Additional Deployment Metrics
In addition to the timing data it may be worthwhile to capture additional metrics like the size of deployment. Deploying involves pushing packages across wires and the size of the packages can have an effect on deployment time. Issues with individual servers can affect deployment time so, knowing the servers being deployed to can help identify server issues. With the timing data, we can also capture
- The version of the build being deployed
- The environment being deployed to
- The individual servers being deployed to
- The size and version of the packages being deployed to a server
Deployment Data
So, my first iteration of metrics center around timing, but would also have other data to give a more robust picture of deployments. This is a naive first draft of what the data schema could look like.

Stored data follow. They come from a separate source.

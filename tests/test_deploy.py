"""Production settings pass ``manage.py check --deploy`` (anchor: Django deployment checklist).

The checklist is docs.djangoproject.com/en/5.2/howto/deployment/checklist/; its
automated part is ``check --deploy`` (Django's ``security.*`` checks) plus
lcstore's own checks in lcstore/checks.py (E001 demo SECRET_KEY, W002 SQLite).
"""

from __future__ import annotations

import os
import runpy
import secrets
from io import StringIO
from pathlib import Path

import pytest
from django.core.management import call_command
from django.core.management.base import SystemCheckError
from django.test import override_settings

ROOT = Path(__file__).resolve().parent.parent
STRONG_KEY = secrets.token_urlsafe(50)

# What the production block of lcstore/settings.py sets with LCSTORE_HTTPS=1 and a
# SECRET_KEY / ALLOWED_HOSTS from the environment.
PRODUCTION = dict(
    DEBUG=False,
    SECRET_KEY=STRONG_KEY,
    ALLOWED_HOSTS=["lcstore.example.org"],
    SECURE_SSL_REDIRECT=True,
    SECURE_HSTS_SECONDS=31_536_000,
    SECURE_HSTS_INCLUDE_SUBDOMAINS=True,
    SECURE_HSTS_PRELOAD=True,
    SESSION_COOKIE_SECURE=True,
    CSRF_COOKIE_SECURE=True,
)

# The documented production environment (lcstore/settings.py, production block).
PRODUCTION_ENV = {
    "SECRET_KEY": STRONG_KEY,
    "ALLOWED_HOSTS": "lcstore.example.org",
    "DATABASE_URL": "postgres://lcstore@db.example.org:5432/lcstore",
    "LCSTORE_BEHIND_TLS_PROXY": "1",
}


def _check(fail_level: str = "WARNING") -> str:
    out = StringIO()
    call_command("check", "--deploy", "--fail-level", fail_level, stdout=out, stderr=out)
    return out.getvalue()


def test_production_settings_pass_the_deploy_check():
    with override_settings(**PRODUCTION):
        assert "no issues" in _check()


def test_the_suite_settings_are_not_production_ones():
    """Guards the check itself: without the production settings it does complain."""
    with pytest.raises(SystemCheckError) as err:
        _check()
    for check_id in ("security.W004", "security.W008", "security.W012", "security.W016"):
        assert check_id in str(err.value)


def test_the_demo_secret_key_is_refused_with_debug_off():
    from django.conf import settings

    with override_settings(**(PRODUCTION | {"SECRET_KEY": settings.LCSTORE_DEMO_SECRET_KEY})):
        with pytest.raises(SystemCheckError, match=r"lcstore\.E001"):
            _check("ERROR")


def test_the_demo_secret_key_may_be_allowed_explicitly():
    from django.conf import settings

    key = settings.LCSTORE_DEMO_SECRET_KEY
    with override_settings(
        **(PRODUCTION | {"SECRET_KEY": key, "LCSTORE_ALLOW_INSECURE_KEY": True})
    ):
        # Django's own W009 (weak key) still warns; lcstore's error is gone.
        assert "lcstore.E001" not in _check("ERROR")


def _settings_from(env: dict[str, str], monkeypatch: pytest.MonkeyPatch) -> dict[str, object]:
    """lcstore/settings.py executed afresh under ``env`` (its variables; the rest unset)."""
    for name in list(os.environ):
        if name.startswith(("LCSTORE_", "SECRET_KEY", "ALLOWED_HOSTS", "DEBUG")):
            monkeypatch.delenv(name)
    for name, value in env.items():
        monkeypatch.setenv(name, value)
    return runpy.run_path(str(ROOT / "lcstore" / "settings.py"))


@pytest.mark.parametrize("switch", ["LCSTORE_BEHIND_TLS_PROXY", "LCSTORE_HTTPS"])
def test_the_documented_environment_gives_the_production_settings(monkeypatch, switch):
    env = {k: v for k, v in PRODUCTION_ENV.items() if k != "LCSTORE_BEHIND_TLS_PROXY"}
    s = _settings_from(env | {switch: "1"}, monkeypatch)
    assert {k: s[k] for k in PRODUCTION} == PRODUCTION
    assert s["DATABASES"]["default"]["ENGINE"] == "django.db.backends.postgresql"
    proxy = ("HTTP_X_FORWARDED_PROTO", "https")
    assert s.get("SECURE_PROXY_SSL_HEADER") == (proxy if "PROXY" in switch else None)


def test_without_the_environment_plain_http_still_works(monkeypatch):
    """The demo and the suite: no redirect to HTTPS, no HSTS, cookies over HTTP."""
    s = _settings_from({}, monkeypatch)
    assert s["SECURE_SSL_REDIRECT"] is False and s["SECURE_HSTS_SECONDS"] == 0
    assert s["SESSION_COOKIE_SECURE"] is False and s["CSRF_COOKIE_SECURE"] is False
    assert s["SECRET_KEY"] == s["LCSTORE_DEMO_SECRET_KEY"]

I would suspect that this can all be captured on most CI/CD servers and augmented with data generated by the reporting tool:
- Deployment Id – a unique identifier for the deployment, generated by the reporting tool
- Environment Id – a unique identifier for the environment deployed to, generated by the reporting tool
- Build Version – build version should be the version captured on the server
- Timestamp – timestamp is the date/time the deployment record was created
- Start – the date/time the deployment started
- End – the date/time the deployment completed
- Tasks – tasks are the individual steps taken by the deployment script; it is possible that there is only one step, it all depends on how deployment is scripted
- Deployment Task Id – a unique identifier for the task, generated by the reporting tool
- Server Id – a unique identifier for the physical server deployed to, generated by the reporting tool
- Packages – packages represent the group of files pushed to the server, this is normally a zip or NuGet package in my scenarios
- Package Version – the version of the package being pushed, this may be different than the software version and is generated outside of the reporting tool
- Package Size – the physical size of the package in KB or MB (not sure which is better)
- Start – the date/time the deployment to the server started
- End – the date/time the deployment to the server ended
Imagine the above as some beautiful XML, JSON, or ProtoBuf, because I am too lazy to write it.
If my goal is to increase throughput in the pipe I should probably think about a higher level of abstraction in the hierarchy so that I can relate metrics from other parts of the pipeline. For now I will focus on this as a first step to prove that this is doable and provides some value.
All I need to do is a create data parsing tool that can be called by the deployment server once a deployment is done. The tool will receive the server log and store it, parse the log and generate a data structure similar to above, then store the data in a database. Then I have to create a reporting tool that can present graphs and charts of the data for easy analysis. Lastly, create an API that will allow other tools to consume the data. This maybe a job for CQRS and event sourcing. Easy right :). I know there is a tool for that, but I am a sucker for punishment.
Conclusion
This post will take more time than I thought so I will make this a series. I will cover my thoughts on metrics for development, build, test, and release in upcoming posts (if I can remember). Then possibly some posts on my thoughts on how the metrics and tools can be used to optimize the pipeline. Pretty ambitious, but sounds like fun to me.